Psycho-Oncology Division, Research Center for Innovative Oncology, National Cancer Center Hospital East, Kashiwanoha 6-5-1, Kashiwa, Chiba 277-8577, Japan.

出版信息

Psychooncology. 2007 Jun;16(6):573-81. doi: 10.1002/pon.1093.

Abstract

To understand patients' preferences regarding the disclosure of bad news is important in the clinical oncology setting. The aim of this study was to clarify descriptively the preferences of cancer patients. Five hundred and twenty-nine Japanese cancer outpatients were surveyed regarding their preferences regarding the disclosure of bad news, and several psychosocial and medical demographic variables were analyzed. In a descriptive analysis, more than 90% of the patients strongly preferred to discuss their current medical condition and treatment options with their physician and to have their physicians take the feelings of their family into consideration as well. While half of the patients preferred to receive information regarding their life expectancy, 30% preferred not to receive it. Multiple regression analyses indicated the preferences showing interindividual variations were associated with the level of education and the mental adjustment to cancer scores. A factor analysis revealed four preferences factors: method of disclosure of the bad news, provision of emotional support, provision of additional information, and setting. These four factors had good internal consistency reliability (Cronbach's alpha = 0.93-0.77). Providing emotional support, including the desire for the physician to show consideration for the patient's family, and understanding an individual's communication preferences may be useful for promoting patient-physician communication.

摘要

在临床肿瘤学环境中,了解患者对于坏消息披露的偏好非常重要。
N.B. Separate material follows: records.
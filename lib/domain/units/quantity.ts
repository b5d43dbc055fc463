/**
 * Physical quantities as branded numbers in SI, so that a newton is not a number.
 * The functions below are the one door in: each checks finiteness and throws a RangeError that names the
 * offending value. A brand vanishes at run time; arithmetic gives plain numbers, which go back through a door.
 */
declare const quantity: unique symbol

export type Quantity<Name extends string> = number & { readonly [quantity]: Name }

const door =
  <Name extends string>(name: Name) =>
  (value: number): Quantity<Name> => {
    if (!Number.isFinite(value)) throw new RangeError(`${name}: ${value} is not a finite number`)
    return value as Quantity<Name>
  }

export type Metres = Quantity<'metres'>
export type Kilograms = Quantity<'kilograms'>
export type KilogramsPerMetre = Quantity<'kilograms per metre'>
export type KilogramsPerCubicMetre = Quantity<'kilograms per cubic metre'>
export type Newtons = Quantity<'newtons'>
export type Hertz = Quantity<'hertz'>
export type Pascals = Quantity<'pascals'>
export type DegreesCelsius = Quantity<'degrees Celsius'>
export type Seconds = Quantity<'seconds'>
export type MetresPerSecond = Quantity<'metres per second'>
export type MetresPerSecondSquared = Quantity<'metres per second squared'>
export type SquareMetres = Quantity<'square metres'>
export type PerKelvin = Quantity<'per kelvin'>
export type Degrees = Quantity<'degrees'>
export type Cents = Quantity<'cents'>
export type Joules = Quantity<'joules'>
/** Bending stiffness EI. */
export type NewtonSquareMetres = Quantity<'newton square metres'>
/** Second moment of area. */
export type MetresToTheFourth = Quantity<'metres to the fourth'>
/** Kinematic viscosity. */
export type SquareMetresPerSecond = Quantity<'square metres per second'>
/** Viscous drag of a length of string. */
export type KilogramsPerMetreSecond = Quantity<'kilograms per metre and second'>

export const metres = door('metres')
export const kilograms = door('kilograms')
export const kilogramsPerMetre = door('kilograms per metre')
export const kilogramsPerCubicMetre = door('kilograms per cubic metre')
export const newtons = door('newtons')
export const hertz = door('hertz')
export const pascals = door('pascals')
export const degreesCelsius = door('degrees Celsius')
export const seconds = door('seconds')
export const metresPerSecond = door('metres per second')
export const metresPerSecondSquared = door('metres per second squared')
export const squareMetres = door('square metres')
export const perKelvin = door('per kelvin')
export const degrees = door('degrees')
export const cents = door('cents')
export const joules = door('joules')
export const newtonSquareMetres = door('newton square metres')
export const metresToTheFourth = door('metres to the fourth')
export const squareMetresPerSecond = door('square metres per second')
export const kilogramsPerMetreSecond = door('kilograms per metre and second')
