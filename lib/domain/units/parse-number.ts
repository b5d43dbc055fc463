import { ok, type Result, refused } from '../result'

export interface NumberReading {
  /** The only decimal sign allowed, where a file declares one. Without it comma and point both count. */
  readonly decimal?: 'point' | 'comma'
  /** What the number is, to begin the sentence: "Diameter". */
  readonly name?: string
  /** Field or column that is meant. */
  readonly where?: string
}

const plainNumber = /^[+\-\u2212]?(?:\d+(?:[.,]\d+)?|[.,]\d+)$/

const reasonOf = (text: string): { message: string; mend: string } => {
  if (text === '') return { message: 'nothing was typed', mend: 'Type a number.' }
  const shown = `“${text.length > 40 ? `${text.slice(0, 40)}…` : text}”`
  if (!/\d/.test(text)) return { message: `${shown} has no digits`, mend: 'Type a number, such as 0.254.' }
  if (/^[+\-\u2212]?[\d\s.,'’\u00a0\u202f]+$/.test(text)) {
    if (/[\s'’\u00a0\u202f]/.test(text))
      return {
        message: `${shown} has a gap between its digits`,
        mend: 'Type the digits without spaces or thousands signs.',
      }
    if (text.includes(',') && text.includes('.'))
      return {
        message: `${shown} has both a comma and a point`,
        mend: 'Type one decimal sign and no thousands signs.',
      }
    if (/[.,].*[.,]/.test(text))
      return { message: `${shown} has more than one decimal sign`, mend: 'Type one decimal sign only.' }
    return {
      message: `${shown} has no digit after its decimal sign`,
      mend: 'Finish the number, or leave the decimal sign out.',
    }
  }
  if (/^[+\-\u2212]?[\d.,]+e[+\-\u2212]?\d+$/i.test(text))
    return { message: `${shown} is written with a power of ten`, mend: 'Write the number out in full.' }
  return { message: `${shown} is not a plain number`, mend: 'Type digits with at most one decimal sign.' }
}

/**
 * Reads a measured number strictly. Comma and point are both decimal signs, and no grouping is understood,
 * so each accepted text has one reading: `0,254`, `.010`, `254`, `+3`, `−1.5` (minus as hyphen or U+2212).
 * Refused with a sentence: nothing, stray text, gaps, both signs, two signs, powers of ten, overflow.
 */
export function parseNumber(text: string, reading: NumberReading = {}): Result<number> {
  const refuse = (message: string, mend: string) =>
    refused({
      code: 'bad-input' as const,
      message: reading.name
        ? `${reading.name}: ${message}.`
        : `${message.charAt(0).toUpperCase()}${message.slice(1)}.`,
      mend,
      ...(reading.where === undefined ? {} : { where: reading.where }),
    })
  const trimmed = text.trim()
  if (!plainNumber.test(trimmed)) {
    const { message, mend } = reasonOf(trimmed)
    return refuse(message, mend)
  }
  if (reading.decimal === 'comma' && trimmed.includes('.'))
    return refuse(`“${trimmed}” has a point where commas are declared`, 'Use the comma as decimal sign.')
  if (reading.decimal === 'point' && trimmed.includes(','))
    return refuse(`“${trimmed}” has a comma where points are declared`, 'Use the point as decimal sign.')
  const value = Number(trimmed.replace(',', '.').replace('\u2212', '-'))
  if (!Number.isFinite(value)) return refuse('the number is too large to hold', 'Check the digits.')
  // No negative zero: it would be stored, hashed and shown differently from zero.
  return ok(value === 0 ? 0 : value)
}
本研究的目的是描述性地阐明癌症患者的偏好。对529名日本癌症门诊患者进行了关于坏消息披露偏好的调查,并分析了一些社会心理和医学人口统计学变量。在描述性分析中,超过90%的患者强烈倾向于与医生讨论他们当前的病情和治疗选择,并希望医生也考虑其家人的感受。虽然一半的患者希望获得有关预期寿命的信息,但30%的患者不希望获得。多元回归分析表明,显示个体差异的偏好与教育水平和对癌症的心理调适得分相关。因素分析揭示了四个偏好因素:坏消息的披露方式、提供情感支持、提供额外信息和环境。这四个因素具有良好的内部一致性信度(克朗巴哈系数=0.93 - 0.77)。提供情感支持,包括希望医生考虑患者家人的感受,以及了解个人的沟通偏好,可能有助于促进医患沟通。